Raisin Drama
Walter's Dilemma
The dilemmas facing those who are subjected to society's cruelest of inequities are often the most challenging and morally complex. So is this demonstrated in A Raisin in the Sun, which approaches the struggles of a black family even as it appears to be presented with an opportunity. First performed in 1959, Lorraine Hansberry's play would be a compelling insight rarely offered into the emotional and practical obstructions to happiness for those families faced with internal strife and the external racial discord. In Walter, in particular, the play brings us face-to-face with the difficult decisions that those afflicted thusly must address.
Walter, confronted with a chance to obtain his dream, squanders the family's insurance fortune in a crushing blow to the Younger family that reinforces the difficulty of these decisions. And certainly, from an outsider's perspective, we may find it easy to initially dismiss Walter's behavior as not just foolhardy but outright selfish and despicable. Subsequent, as his failed liquor store deal was, to an agreement with his mother and sister to spread the insurance money amongst them appropriately, we see that Walter acted on impulse and naivete in taking this money for his own purposes. When his would-be partner absconds with the money, we are left with little choice but to condemn Walter. Quite certainly, this is the response with which his mother and sister greet him.
However, if thrust into Walter's position ourselves, we might find cause to defend this action. A more empathetic view on his decision to attempt to follow through on the liquor store deal might cause us to reflect on the nature of individual ambition. In Walter's case, his race, socioeconomic status and personal conflicts such as his drinking tendencies all have conspired against his perceived ability to achieve the dream of financial success and security. Factoring the conditions facing his wife, son and an unborn child that will never see the light of day, Walter is a man who has suffered much and experienced only limited glimpses at happiness.

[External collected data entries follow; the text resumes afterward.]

//! The one steady solver on a body's graph, for nutrient, waste and support.

use super::fields::{Fields, Nutrient, Sharing, Waste};
use super::graph::BodyGraph;

/// Relative change of a sweep at which a field counts as settled.
const SETTLED: f64 = 1e-10;
/// Sweeps after which a solve gives up getting closer.
const MOST_SWEEPS: usize = 100_000;

/// Solves fields in the same working memory.
#[derive(Debug, Clone, Default)]
pub struct SteadySolver {}

impl SteadySolver {
    /// The steady nutrient of a body: `u` holds a first guess (anything positive; the last solution of
    /// a body that has changed a little is best) and then the solution, relative to the bath.
    pub fn nutrient(&mut self, graph: &BodyGraph, nutrient: &Nutrient, u: &mut [f64]) {
        let Nutrient { demand, kappa, exchange } = *nutrient;
        sweep(graph, exchange, 1.0, u, |_, conductance, inflow| {
            // The positive root of s u + demand u / (kappa + u) = r.
            let b = conductance * kappa + demand - inflow;
            let root = (b * b + 4.0 * conductance * inflow * kappa).sqrt();
            if b > 0.0 {
                2.0 * inflow * kappa / (b + root)
            } else {
                (root - b) / (2.0 * conductance)
            }
        });
    }

    /// The steady waste of a body whose cells would earn `fed` without it: `w` holds a first guess and
    /// then the solution, relative to the toxic concentration.
    pub fn waste(&mut self, graph: &BodyGraph, waste: &Waste, fed: &[f64], w: &mut [f64]) {
        sweep(graph, waste.exchange, 0.0, w, |cell, conductance, inflow| {
            // The root of s w - release f / (1 + w) = r at or above r / s.
            let source = waste.release * fed[cell];
            let b = conductance - inflow;
            let root = (b * b + 4.0 * conductance * (source + inflow)).sqrt();
            if b > 0.0 {
                2.0 * (source + inflow) / (b + root)
            } else {
                (root - b) / (2.0 * conductance)
            }
        });
    }

    /// The steady support of a body whose cells put out `output`: `support` holds the solution.
    pub fn support(
        &mut self,
        graph: &BodyGraph,
        sharing: &Sharing,
        output: &[f64],
        support: &mut [f64],
    ) {
        support.copy_from_slice(output);
        let a = sharing.range_diameters * sharing.range_diameters / 2.0;
        if a == 0.0 {
            return;
        }
        sweep(graph, sharing.leak, 0.0, support, |cell, conductance, inflow| {
            (a * inflow + output[cell]) / (a * conductance + 1.0)
        });
    }

    /// Incomes of a body's cells relative to e0, under whatever fields there are. `u` and `w` hold
    /// guesses (one entry per cell) and then solutions of the fields that there are.
    pub fn incomes(
        &mut self,
        graph: &BodyGraph,
        fields: &Fields,
        [u, w]: [&mut [f64]; 2],
        incomes: &mut [f64],
    ) {
        incomes.fill(1.0);
        if let Some(nutrient) = &fields.nutrient {
            self.nutrient(graph, nutrient, u);
            for (income, u) in incomes.iter_mut().zip(&*u) {
                *income = nutrient.income(*u);
            }
        }
        if let Some(waste) = &fields.waste {
            self.waste(graph, waste, incomes, w);
            for (income, w) in incomes.iter_mut().zip(&*w) {
                *income /= 1.0 + w;
            }
        }
    }
}

/// Sets each cell in turn to what `settle(cell, conductance, inflow)` says, given its neighbours, until
/// nothing changes any more.
fn sweep(
    graph: &BodyGraph,
    exchange: f64,
    bath: f64,
    field: &mut [f64],
    settle: impl Fn(usize, f64, f64) -> f64,
) {
    for _ in 0..MOST_SWEEPS {
        let mut change: f64 = 0.0;
        for cell in 0..graph.cells() {
            let touching = graph.touching(cell);
            let open = exchange * f64::from(graph.open()[cell]);
            let inflow = touching.iter().map(|j| field[*j as usize]).sum::<f64>() + open * bath;
            let next = settle(cell, touching.len() as f64 + open, inflow);
            change = change.max((next - field[cell]).abs() / next.max(f64::MIN_POSITIVE));
            field[cell] = next;
        }
        if change <= SETTLED {
            return;
        }
    }
}
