//! A body as a graph: which cells touch, and how many empty sites each cell touches.

/// Neighbour sites of a lattice site.
pub const SITES_AROUND: usize = 12;

/// Who touches whom in a body, in the order of cells.
#[derive(Debug, Clone, PartialEq, Eq, Default)]
pub struct BodyGraph {
    /// Touching cells of all cells, one cell's after the other's.
    links: Vec<u32>,
    /// Where each cell's touching cells begin in `links`; one entry more than cells.
    starts: Vec<u32>,
    empty: Vec<u8>,
    open: Vec<u8>,
}

impl BodyGraph {
    /// A body without cells, to which [`Self::push`] adds.
    #[must_use]
    pub fn with_capacity(cells: usize) -> Self {
        let mut starts = Vec::with_capacity(cells + 1);
        starts.push(0);
        Self {
            links: Vec::with_capacity(SITES_AROUND * cells),
            starts,
            empty: Vec::with_capacity(cells),
            open: Vec::with_capacity(cells),
        }
    }

    /// Forgets all cells, to be filled anew in the same memory.
    pub fn clear(&mut self) {
        self.links.clear();
        self.starts.clear();
        self.starts.push(0);
        self.empty.clear();
        self.open.clear();
    }

    /// Adds the next cell: the numbers of the cells it touches, the empty sites it touches, and those
    /// of them that the surrounding water reaches.
    pub fn push(&mut self, touching: impl IntoIterator<Item = u32>, empty: u8, open: u8) {
        self.links.extend(touching);
        self.starts.push(self.links.len() as u32);
        self.empty.push(empty);
        self.open.push(open);
    }

    /// Number of cells.
    #[must_use]
    pub const fn cells(&self) -> usize {
        self.empty.len()
    }

    /// Cells that touch `cell`.
    #[must_use]
    pub fn touching(&self, cell: usize) -> &[u32] {
        &self.links[self.starts[cell] as usize..self.starts[cell + 1] as usize]
    }

    /// Empty sites next to each cell; a cell is exposed when it has any.
    #[must_use]
    pub fn empty(&self) -> &[u8] {
        &self.empty
    }

    /// Empty sites next to each cell that the surrounding water reaches: through them the body
    /// exchanges with the bath. An enclosed hole, or the matrix inside a shell, is none of them.
    #[must_use]
    pub fn open(&self) -> &[u8] {
        &self.open
    }
}
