//! Growth by division: when cells divide, where daughters go, and the labels divisions leave.
//!
//! Every cell saves its net income and divides when its reserve reaches the cost of a division; the
//! reserve is then spent and the daughter starts with none. Where all cells earn alike and costs do
//! not vary, divisions fall into rounds; otherwise each cell divides in its own time.

use std::cmp::Reverse;
use std::collections::BinaryHeap;

use rand::Rng;

use super::draws::standard_normal;
use super::exposure::ExposureMap;
use super::lattice::Lattice;
use super::placement::{Crowd, Newcomer};

/// Least cost of a division as a share of its mean, where costs vary.
pub(super) const LEAST_COST_SHARE: f64 = 0.01;

/// Label of a cell that its last division made a mother.
const MOTHER: i8 = -1;
/// Label of a cell that its last division made a daughter.
const DAUGHTER: i8 = 1;

/// How fast cells save and what a division takes.
#[derive(Debug, Clone, Copy, PartialEq)]
pub struct Pace {
    /// Income less upkeep of a growing cell, eu/h; at or below 0 nothing grows.
    pub net_income_eu_per_h: f64,
    /// Mean reserve at which a cell divides, eu.
    pub division_cost_eu: f64,
    /// Coefficient of variation of that reserve, drawn anew for each division.
    pub division_cv: f64,
}

impl Pace {
    fn division_interval_h(&self) -> f64 {
        self.division_cost_eu / self.net_income_eu_per_h
    }
}

/// A body as growth left it; entry i of each slice belongs to cell i.
#[derive(Debug, Clone, Copy)]
pub struct Arrangement<'a> {
    /// Where each cell lies.
    pub places: &'a [u32],
    /// What its last division made it: -1 mother, +1 daughter, 0 never divided.
    pub labels: &'a [i8],
    /// What it has saved, eu.
    pub reserves_eu: &'a [f32],
    /// Time from founding to this state, h; infinite when the body can never reach adult size.
    pub duration_h: f64,
}

/// Grows compact bodies one after the other in the same working memory.
#[derive(Debug, Clone)]
pub struct Growth {
    lattice: Lattice,
    exposure: ExposureMap,
    crowd: Crowd,
    adult_cells: usize,
    propagule_cells: usize,
    /// Sites by distance from the centre; of the shell being filled, those still vacant come last.
    targets: Vec<u32>,
    /// The shell being filled, and where it ends among the sites.
    shell: usize,
    shell_end: usize,
    /// Cells of the body so far; entries of the following beyond it are leftovers.
    held: usize,
    places: Vec<u32>,
    labels: Vec<i8>,
    reserves_eu: Vec<f32>,
    divided_at_h: Vec<f64>,
    mothers: Vec<u32>,
}

impl Growth {
    /// Growth of a `clump` from `propagule_cells` to `adult_cells` cells, 1 <= propagule <= adult.
    #[must_use]
    pub fn of_clump(propagule_cells: usize, adult_cells: usize) -> Self {
        let lattice = Lattice::around(adult_cells);
        Self {
            exposure: ExposureMap::of_compact_body(&lattice, adult_cells),
            crowd: Crowd::on(&lattice),
            adult_cells,
            propagule_cells,
            targets: lattice.order().to_vec(),
            shell: 0,
            shell_end: 0,
            held: 0,
            places: vec![0; adult_cells],
            labels: vec![0; adult_cells],
            reserves_eu: vec![0.0; adult_cells],
            divided_at_h: vec![0.0; adult_cells],
            mothers: Vec::with_capacity(adult_cells),
            lattice,
        }
    }

    /// The lattice the bodies lie on.
    #[must_use]
    pub const fn lattice(&self) -> &Lattice {
        &self.lattice
    }

    /// Grows a body from its propagule until it is adult or `until_h` has passed.
    pub fn grow(&mut self, pace: &Pace, until_h: f64, rng: &mut impl Rng) -> Arrangement<'_> {
        self.found(rng);
        let duration_h = if self.propagule_cells == self.adult_cells {
            0.0
        } else if pace.net_income_eu_per_h.is_nan() || pace.net_income_eu_per_h <= 0.0 {
            f64::INFINITY
        } else if pace.division_cv > 0.0 {
            self.divide_one_by_one(pace, until_h, rng)
        } else {
            self.divide_in_rounds(pace, until_h, rng)
        };
        Arrangement {
            places: &self.places[..self.held],
            labels: &self.labels[..self.held],
            reserves_eu: &self.reserves_eu[..self.held],
            duration_h,
        }
    }

    /// Whether each cell of the body last grown to adult size is exposed, in the order of cells.
    pub fn exposed(&self) -> impl Iterator<Item = bool> {
        self.places[..self.held]
            .iter()
            .map(|&place| self.exposure.exposed(&self.lattice, place, |p| self.crowd.occupied(p)))
    }

    fn found(&mut self, rng: &mut impl Rng) {
        self.crowd.clear(self.lattice.order());
        self.targets.copy_from_slice(self.lattice.order());
        (self.shell, self.shell_end) = (0, self.lattice.shell_ends()[0]);
        self.held = self.propagule_cells;
        self.labels[..self.held].fill(0);
        self.reserves_eu.fill(0.0);
        for cell in 0..self.propagule_cells {
            let (target, _) = self.draw_target(cell, upper_half(rng.next_u64()));
            self.crowd.put(target, cell as u32);
            self.places[cell] = target;
        }
    }

    fn divide_in_rounds(&mut self, pace: &Pace, until_h: f64, rng: &mut impl Rng) -> f64 {
        let interval_h = pace.division_interval_h();
        let mut now_h = 0.0;
        while self.held < self.adult_cells {
            if now_h + interval_h > until_h {
                self.save(pace, until_h - now_h);
                return until_h;
            }
            now_h += interval_h;
            self.divide_a_round(pace, rng);
        }
        now_h
    }

    /// All cells divide at once, in random order; in the last round only as many as are needed.
    fn divide_a_round(&mut self, pace: &Pace, rng: &mut impl Rng) {
        let before = self.held;
        let dividing = before.min(self.adult_cells - before);
        self.mothers.clear();
        self.mothers.extend(0..before as u32);
        for turn in 0..dividing {
            let random = rng.next_u64();
            let (pick, _) = below(lower_half(random), before - turn);
            self.mothers.swap(turn, turn + pick);
            self.place_daughter(self.mothers[turn], upper_half(random));
        }
        self.labels[before..self.held].fill(DAUGHTER);
        if dividing == before {
            self.labels[..before].fill(MOTHER);
            return;
        }
        for &mother in &self.mothers[..dividing] {
            self.labels[mother as usize] = MOTHER;
        }
        for &idle in &self.mothers[dividing..] {
            self.reserves_eu[idle as usize] = pace.division_cost_eu as f32;
        }
    }

    fn divide_one_by_one(&mut self, pace: &Pace, until_h: f64, rng: &mut impl Rng) -> f64 {
        let mut queue = BinaryHeap::with_capacity(self.adult_cells);
        self.divided_at_h.fill(0.0);
        for cell in 0..self.held as u32 {
            queue.push(Reverse(Division::drawn(cell, 0.0, pace, rng)));
        }
        let mut now_h = 0.0;
        while self.held < self.adult_cells {
            let Some(Reverse(next)) = queue.pop() else { break };
            if next.at_h > until_h {
                now_h = until_h;
                break;
            }
            now_h = next.at_h;
            let daughter = self.held as u32;
            self.place_daughter(next.mother, upper_half(rng.next_u64()));
            self.labels[next.mother as usize] = MOTHER;
            self.labels[daughter as usize] = DAUGHTER;
            for cell in [next.mother, daughter] {
                self.divided_at_h[cell as usize] = now_h;
                queue.push(Reverse(Division::drawn(cell, now_h, pace, rng)));
            }
        }
        for (reserve, since_h) in self.reserves_eu.iter_mut().zip(&self.divided_at_h) {
            *reserve = ((now_h - since_h) * pace.net_income_eu_per_h) as f32;
        }
        now_h
    }

    /// Puts a daughter of `mother` in next to it.
    #[inline]
    fn place_daughter(&mut self, mother: u32, random: u32) {
        let daughter = self.held;
        let (target, ties) = self.draw_target(daughter, random);
        let beside = self.places[mother as usize];
        let newcomer = Newcomer { cell: daughter as u32, mother, beside, target, ties };
        self.crowd.push_in(&self.lattice, newcomer, &mut self.places);
        self.held += 1;
    }

    /// A random vacant site of those nearest the centre, and random bits to spare.
    #[inline]
    fn draw_target(&mut self, held: usize, random: u32) -> (u32, u32) {
        if held == self.shell_end {
            self.shell += 1;
            self.shell_end = self.lattice.shell_ends()[self.shell];
        }
        let (pick, ties) = below(random, self.shell_end - held);
        let vacant = &mut self.targets[held..self.shell_end];
        let target = vacant[pick];
        vacant[pick] = vacant[0];
        (target, ties)
    }

    /// Adds what every cell saves in `hours` without dividing.
    fn save(&mut self, pace: &Pace, hours: f64) {
        for reserve in &mut self.reserves_eu[..self.held] {
            *reserve += (hours * pace.net_income_eu_per_h) as f32;
        }
    }
}

/// A division to come; equal times are ordered by a random draw, then by cell.
#[derive(Debug, Clone, Copy, PartialEq)]
struct Division {
    at_h: f64,
    tie: u32,
    mother: u32,
}

impl Division {
    fn drawn(mother: u32, now_h: f64, pace: &Pace, rng: &mut impl Rng) -> Self {
        let deviate = standard_normal(rng);
        let share = (1.0 + pace.division_cv * deviate).max(LEAST_COST_SHARE);
        let at_h = now_h + share * pace.division_interval_h();
        Self { at_h, tie: rng.next_u32(), mother }
    }
}

impl Eq for Division {}

impl Ord for Division {
    fn cmp(&self, other: &Self) -> std::cmp::Ordering {
        let ties = (self.tie, self.mother).cmp(&(other.tie, other.mother));
        self.at_h.total_cmp(&other.at_h).then(ties)
    }
}

impl PartialOrd for Division {
    fn partial_cmp(&self, other: &Self) -> Option<std::cmp::Ordering> {
        Some(self.cmp(other))
    }
}

const fn upper_half(random: u64) -> u32 {
    (random >> 32) as u32
}

const fn lower_half(random: u64) -> u32 {
    random as u32
}

/// A draw from `0..choices` out of 32 random bits by multiply-and-shift (bias below choices / 2^32),
/// and six bits of what is left over for ties.
const fn below(random: u32, choices: usize) -> (usize, u32) {
    let product = random as u64 * choices as u64;
    let rest = product & 0xffff_ffff;
    ((product >> 32) as usize, (rest >> 26) as u32)
}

It is thus that perhaps we can think of his decision as not having been agreeable but, on some level, at least understandable. From his perspective, this may have appeared the only possible route away from the obstacles which he living conditions had laid in his path. Again, this should not be seen as a defense of Walter's decision, which this account cannot agree with. Clearly, his behavior was wrong not just for the reason of its outcome but for the lack of compassion by which he placed his dreams ahead of those of his mother and sister. However, this account should constitute a defense of Walter himself, not for his behavior, but for his disposition and his quality as a man.
As to Walter's decision to use the money as he saw fit, we find a man who's suffering and discontent had blinded him to the real sustenance and value in his family. Truly, for the unhappiness which he had bore, and for the racial abuse shown to the family through such archetypal figures as Mr. Lindner, Walter might have seen himself as fortunate for the presence of all the family members here mentioned. Indeed, his did appear to be a family with a strong moral fiber and a genuine closeness often unseen in the types of contexts which Hansberry depicted.
This is to say that Walter clearly chose poorly. But in the resolution, he comes to take a very active role wherein he reaffirms his appreciation for the importance of this familial strength. Though it would in some regard be true and be left to our own consideration to assess after the play's conclusion that the family might have struggled to forgive Walter, he would nonetheless return to the fray as a key figure of support in resisting Mr. Lindner's overtures.
In the closing scene of the play, Walter makes yet another key decision, and one that seems to reflect a growing awareness both of that which he had devalued and that which he had to be grateful for in his family. Essentially, he factors heavily into the stand which the family takes against Lindner, who attempts to buy the family out of its new home in a white neighborhood. This becomes a moment of considerable importance, even of redemption for Walter, whose prior blindness in the presence of financial opportunity would here be shadowed by an appreciation of the family clearly theretofore overlooked.